SERYL-TRNA SYNTHETASES: EVOLUTION AND DIVERSITY

Seryl-TRNA 合成酶：进化和多样性

• 批准号: 6629366
• 负责人: DIETER SOLL
• 金额: $ 3.9万
• 依托单位: YALE UNIVERSITY
• 依托单位国家: 美国
• 财政年份: 2001
• 资助国家: 美国
• 起止时间: 2001-02-09 至 2005-01-31
• 项目状态: 已结题
• 来源: https://reporter.nih.gov/project-details/6629366
• 关键词: Archaea; X ray crystallography; aminoacid tRNA ligase; binding sites; biochemical evolution; enzyme biosynthesis; enzyme substrate; genetic manipulation; intermolecular interaction; mass spectrometry; protein structure function; serine; transfer RNA

We will investigate the co-adaptations of seryl-tRNA synthetase (SerRS), a well studied class II aminoacyl-tRNA synthetase, with tRNAs through evolution. The availability of many genomic sequences enables us to clone the genes encoding SerRS enzymes from the different taxonomic domains. During the previous NIH-FIRCA grant (supporting the collaboration with Dr. Ivana Weygand-Durasevic), we focused on identifying the differences in tRNA:aminoacyl-tRNA synthetase specificities characteristic for the distinct protein synthesizing compartments of eukaryotic cells (mitochondria and chloroplasts). Until recently, the study of aminoacyl-tRNA synthesis in archaea had received little attention. The sequencing of the first archaeal genome (Methanococcus jannaschii) revealed the "lack" of few canonical aminoacyl-tRNA synthetases, including the one specific for serine. However, biochemical analysis of purified and heterologously expressed SerRS-encoding (serS) genes from two other methanogens, Methanoacterium thermoautotrophicum and Methanococcus maripaludis, showed that these proteins are SerRS enzymes. Thus, there are three types of SerRS found in the archaea. The enzyme from the halophilic archaeon Haloarcula marismortui has high sequence similarity to bacterial SerRS proteins, while phylogenetic analyses revealed in other archaea a different clade with sequence similarity to the eukaryotic enzymes. In contrast, the three methanogenic archaea contain genes that display only low sequence similarity to the known serS genes from all other organisms and encode a structurally uncommon enzyme. In the proposed project we will pursue detailed biochemical, mutational, and structural studies with the aim of elucidating the structure-function relationships in these unusual seryl-tRNA synthetases. These studies will complement our ongoing projects on the identification and characterization of components involved in aminoacyl-tRNA synthesis in the living kingdom.
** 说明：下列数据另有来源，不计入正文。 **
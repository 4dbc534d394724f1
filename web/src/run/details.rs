//! What else a run asks for: the cable on the truck, the two thinner ones, the breaker, lugs and terminals.

use engine::check::Verdict;
use engine::quantity::Quantity;
use engine::run::{Ask, BreakerType, Reach, Sizing, reach, size};
use engine::show;
use leptos::prelude::*;

use super::answer::against;
use crate::form::names;
use crate::tool_page::{figures, section};
use crate::verdict::VerdictMark;

/// Given the cable that is on the truck: how many amperes, and how far. There while a size is entered.
pub fn on_the_truck(ask: ReadSignal<Ask>) -> AnyView {
    section(
        "On the truck",
        "what this cable does",
        move || ask.with(|ask| ask.size != engine::entry::Entry::Blank),
        move || match ask.with(reach) {
            Ok(reach) => figures(reach_rows(&reach)),
            Err(missing) => view! { <p class="ranked-say">{format!("Waits for {}.", names(missing))}</p> }.into_any(),
        },
    )
}

fn reach_rows(reach: &Reach) -> Vec<(String, String)> {
    let none = || "no standard breaker fits it".to_owned();
    let mut rows =
        vec![("Carries at most".to_owned(), reach.most.map_or_else(none, |amps| show::computed(amps.amount())))];
    if let Some(rating) = reach.rating {
        rows.push(("on a breaker of".to_owned(), show::given(rating.amount())));
    }
    if let Some(amps) = reach.most_for_drop {
        rows.push(("Within the drop, over this length".to_owned(), show::computed(amps.amount())));
    }
    if let (Some(amps), Some(watts)) = (reach.amps, reach.watts) {
        let both = format!("{}, {}", show::computed(amps.amount()), show::computed(watts.amount()));
        rows.push(("Both together".to_owned(), both));
    }
    if let Some(length) = reach.length {
        rows.push(("Goes as far as".to_owned(), show::computed(length.amount())));
    }
    rows
}

/// Breaker, lug and terminal, and why thinner conductors do not do.
pub fn fitting(ask: ReadSignal<Ask>) -> AnyView {
    section(
        "Fitting",
        "breaker, lugs, and why not thinner",
        move || ask.with(|ask| size(ask).is_ok()),
        move || {
            let Ok(found) = ask.with(size) else { return ().into_any() };
            view! {
                {figures(fitting_rows(&found))}
                {thinner(&found)}
            }
            .into_any()
        },
    )
}

fn fitting_rows(found: &Sizing) -> Vec<(String, String)> {
    let protection = &found.protection;
    let what = match protection.protects {
        BreakerType::Fuse => "Fuse",
        BreakerType::Breaker | BreakerType::Polarised => "Breaker",
    };
    let mut rows =
        vec![(what.to_owned(), format!("{}, {}", show::given(protection.rating.amount()), protection.class))];
    if let Some(volts) = protection.voltage_rating.or(protection.voltage_asked) {
        let poles = protection.poles.map_or_else(String::new, |poles| {
            format!(", {poles} {} in series", if poles == 1 { "pole" } else { "poles" })
        });
        rows.push(("Rated for".to_owned(), format!("{} {poles}", show::given(volts.amount())).replace(" ,", ",")));
    }
    if let Some(current) = protection.interrupting_rating.or(protection.interrupting_asked) {
        rows.push(("Interrupts at least".to_owned(), show::computed(current.amount())));
    }
    let way = if protection.may_be_polarised { "one that opens one way would do" } else { "must open both ways" };
    rows.push(("Direction".to_owned(), way.to_owned()));
    if let Some(landing) = found.landing {
        let enters = if landing.enters {
            "enters the breaker’s terminal".to_owned()
        } else {
            format!("too thick for the terminal (usually to {}): land it on a stud or bus", landing.largest)
        };
        let ferrule = if landing.ferrule { "; fine strands: ferrule or pin" } else { "" };
        rows.push(("Terminal".to_owned(), format!("{enters}{ferrule}")));
        rows.push(("Lug".to_owned(), format!("{} for a stud of {}, typical", landing.lug, landing.stud)));
    }
    for column in &found.columns {
        let head = format!("Table, {} column", show::given(column.bears.amount()));
        rows.push((head, show::given(column.carries.amount())));
    }
    rows
}

/// The two next thinner, and what each breaks.
fn thinner(found: &Sizing) -> Option<AnyView> {
    (!found.thinner.is_empty()).then(|| {
        let rows: Vec<AnyView> = found
            .thinner
            .iter()
            .map(|one| {
                let why = one.breaks.iter().map(|check| format!("{}: {}.", check.id.name(), against(check)));
                let why = why.collect::<Vec<_>>().join(" ");
                let (verdict, why) = if why.is_empty() {
                    (Verdict::Clears, "It would hold as well.".to_owned())
                } else {
                    (Verdict::Breaks, why)
                };
                view! {
                    <li data-v=verdict.word()>
                        <span class="name">{one.candidate.to_string()}</span>
                        <VerdictMark verdict=verdict/>
                        <p class="why">{why}</p>
                    </li>
                }
                .into_any()
            })
            .collect();
        view! { <ol class="ranked plain">{rows}</ol> }.into_any()
    })
}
我们将研究Seryl-tRNA合成酶（SERRS）的共同适应 研究了II类氨基酰基-TRNA合成酶，并通过进化通过TRNA。这 许多基因组序列的可用性使我们能够克隆编码的基因 来自不同分类领域的SERRS酶。在上一个 NIH-FIRCA Grant（支持与Ivana博士的合作 Weygand-durasevic），我们专注于确定 tRNA：氨基酰基-TRNA合成酶特异性特征的特征 真核细胞的蛋白质合成室（线粒体和线粒体 叶绿体）。直到最近，对古细菌的氨基酰基-TRNA合成的研究 很少受到关注。第一个古细胞基因组的测序 （Jannaschii的甲虫）揭示了几乎没有规范氨基酰基-TRNA的“缺乏” 合成酶，包括一种特定于丝氨酸的酶。但是，生化 分析纯化和异源表达的SERR编码（SERS）基因 来自另外两种甲烷剂，甲烷杆菌的热养生和 甲虫球菌表明这些蛋白质是锯齿酶。因此， 古细菌中发现了三种类型的锯齿。来自 卤素古老的Haloarcula marismortui与 细菌锯齿蛋白，而在其他古细菌中揭示的系统发育分析 与真核酶相似的不同进化枝。在 对比，三个甲烷作古细菌包含仅显示低的基因 与来自所有其他生物的已知SER基因的序列相似性和编码 结构上罕见的酶。在拟议的项目中，我们将详细介绍 生化，突变和结构研究，目的是阐明 这些不寻常的塞基-TRNA合成酶中的结构功能关系。这些 研究将补充我们正在进行的识别和 参与氨基酰基-TRNA合成的成分的表征 活王国。